[Collected data]

──────────────────────────────

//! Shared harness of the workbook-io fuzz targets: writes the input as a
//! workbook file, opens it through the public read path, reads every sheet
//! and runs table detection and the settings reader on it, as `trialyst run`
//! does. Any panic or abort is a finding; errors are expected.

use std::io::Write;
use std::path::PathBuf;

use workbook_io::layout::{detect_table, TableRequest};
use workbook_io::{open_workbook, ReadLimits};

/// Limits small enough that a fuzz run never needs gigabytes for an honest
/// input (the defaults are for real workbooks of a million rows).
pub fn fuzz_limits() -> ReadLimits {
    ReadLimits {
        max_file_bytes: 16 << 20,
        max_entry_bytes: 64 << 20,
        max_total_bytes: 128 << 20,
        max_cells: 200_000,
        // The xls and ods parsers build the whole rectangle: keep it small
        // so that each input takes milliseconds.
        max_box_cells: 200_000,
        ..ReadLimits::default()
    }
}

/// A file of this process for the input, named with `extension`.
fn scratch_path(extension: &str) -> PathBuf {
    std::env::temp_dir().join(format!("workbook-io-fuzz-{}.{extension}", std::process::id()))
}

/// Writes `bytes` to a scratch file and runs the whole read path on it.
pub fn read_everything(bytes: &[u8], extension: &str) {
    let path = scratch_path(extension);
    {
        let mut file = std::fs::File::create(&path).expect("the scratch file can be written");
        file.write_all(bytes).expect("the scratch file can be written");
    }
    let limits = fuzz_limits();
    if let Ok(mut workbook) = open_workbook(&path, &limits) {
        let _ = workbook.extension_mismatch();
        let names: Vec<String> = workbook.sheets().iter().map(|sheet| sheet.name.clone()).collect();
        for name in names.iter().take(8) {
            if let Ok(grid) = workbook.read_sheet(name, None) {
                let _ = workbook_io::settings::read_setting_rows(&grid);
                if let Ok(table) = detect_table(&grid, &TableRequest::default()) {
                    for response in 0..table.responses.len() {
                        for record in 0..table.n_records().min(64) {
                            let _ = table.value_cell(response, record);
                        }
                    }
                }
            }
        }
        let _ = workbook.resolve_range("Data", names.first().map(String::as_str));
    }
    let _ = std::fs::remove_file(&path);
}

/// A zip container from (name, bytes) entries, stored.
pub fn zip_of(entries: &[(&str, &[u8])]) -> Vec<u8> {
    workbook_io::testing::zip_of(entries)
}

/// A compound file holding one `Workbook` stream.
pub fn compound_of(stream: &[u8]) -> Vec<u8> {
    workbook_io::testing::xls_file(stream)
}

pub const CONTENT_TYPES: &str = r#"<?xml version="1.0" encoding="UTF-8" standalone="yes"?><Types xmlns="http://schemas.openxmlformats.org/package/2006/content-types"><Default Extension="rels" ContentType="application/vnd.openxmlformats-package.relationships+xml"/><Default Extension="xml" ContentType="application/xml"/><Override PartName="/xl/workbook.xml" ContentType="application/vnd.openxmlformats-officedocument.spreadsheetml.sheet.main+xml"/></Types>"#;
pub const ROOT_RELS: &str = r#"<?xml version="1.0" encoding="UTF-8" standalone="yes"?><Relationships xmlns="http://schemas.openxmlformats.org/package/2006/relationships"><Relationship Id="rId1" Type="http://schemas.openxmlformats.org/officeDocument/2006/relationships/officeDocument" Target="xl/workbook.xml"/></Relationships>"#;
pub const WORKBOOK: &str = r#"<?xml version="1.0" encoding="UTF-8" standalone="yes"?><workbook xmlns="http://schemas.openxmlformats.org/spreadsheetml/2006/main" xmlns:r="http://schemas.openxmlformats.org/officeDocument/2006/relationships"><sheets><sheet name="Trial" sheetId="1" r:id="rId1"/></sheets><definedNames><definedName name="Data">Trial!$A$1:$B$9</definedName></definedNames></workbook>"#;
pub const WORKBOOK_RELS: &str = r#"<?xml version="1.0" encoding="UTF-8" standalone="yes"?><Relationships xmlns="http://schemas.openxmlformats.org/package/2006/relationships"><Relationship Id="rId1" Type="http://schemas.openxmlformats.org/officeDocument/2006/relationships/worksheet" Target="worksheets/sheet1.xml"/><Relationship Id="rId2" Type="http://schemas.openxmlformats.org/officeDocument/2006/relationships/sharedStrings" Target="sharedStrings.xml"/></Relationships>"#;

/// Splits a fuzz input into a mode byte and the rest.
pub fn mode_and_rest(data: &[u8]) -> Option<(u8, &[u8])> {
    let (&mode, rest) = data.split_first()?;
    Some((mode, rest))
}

──────────────────────────────

_THE TASK_:
Read the data above. Pull out each line in which the string "xmlns" appears.

_YOUR RESPONSE_:
pub const CONTENT_TYPES: &str = r#"<?xml version="1.0" encoding="UTF-8" standalone="yes"?><Types xmlns="http://schemas.openxmlformats.org/package/2006/content-types"><Default Extension="rels" ContentType="application/vnd.openxmlformats-package.relationships+xml"/><Default Extension="xml" ContentType="application/xml"/><Override PartName="/xl/workbook.xml" ContentType="application/vnd.openxmlformats-officedocument.spreadsheetml.sheet.main+xml"/></Types>"#;
pub const ROOT_RELS: &str = r#"<?xml version="1.0" encoding="UTF-8" standalone="yes"?><Relationships xmlns="http://schemas.openxmlformats.org/package/2006/relationships"><Relationship Id="rId1" Type="http://schemas.openxmlformats.org/officeDocument/2006/relationships/officeDocument" Target="xl/workbook.xml"/></Relationships>"#;
pub const WORKBOOK: &str = r#"<?xml version="1.0" encoding="UTF-8" standalone="yes"?><workbook xmlns="http://schemas.openxmlformats.org/spreadsheetml/2006/main" xmlns:r="http://schemas.openxmlformats.org/officeDocument/2006/relationships"><sheets><sheet name="Trial" sheetId="1" r:id="rId1"/></sheets><definedNames><definedName name="Data">Trial!$A$1:$B$9</definedName></definedNames></workbook>"#;
pub const WORKBOOK_RELS: &str = r#"<?xml version="1.0" encoding="UTF-8" standalone="yes"?><Relationships xmlns="http://schemas.openxmlformats.org/package/2006/relationships"><Relationship Id="rId1" Type="http://schemas.openxmlformats.org/officeDocument/2006/relationships/worksheet" Target="worksheets/sheet1.xml"/><Relationship Id="rId2" Type="http://schemas.openxmlformats.org/officeDocument/2006/relationships/sharedStrings" Target="sharedStrings.xml"/></Relationships>"#;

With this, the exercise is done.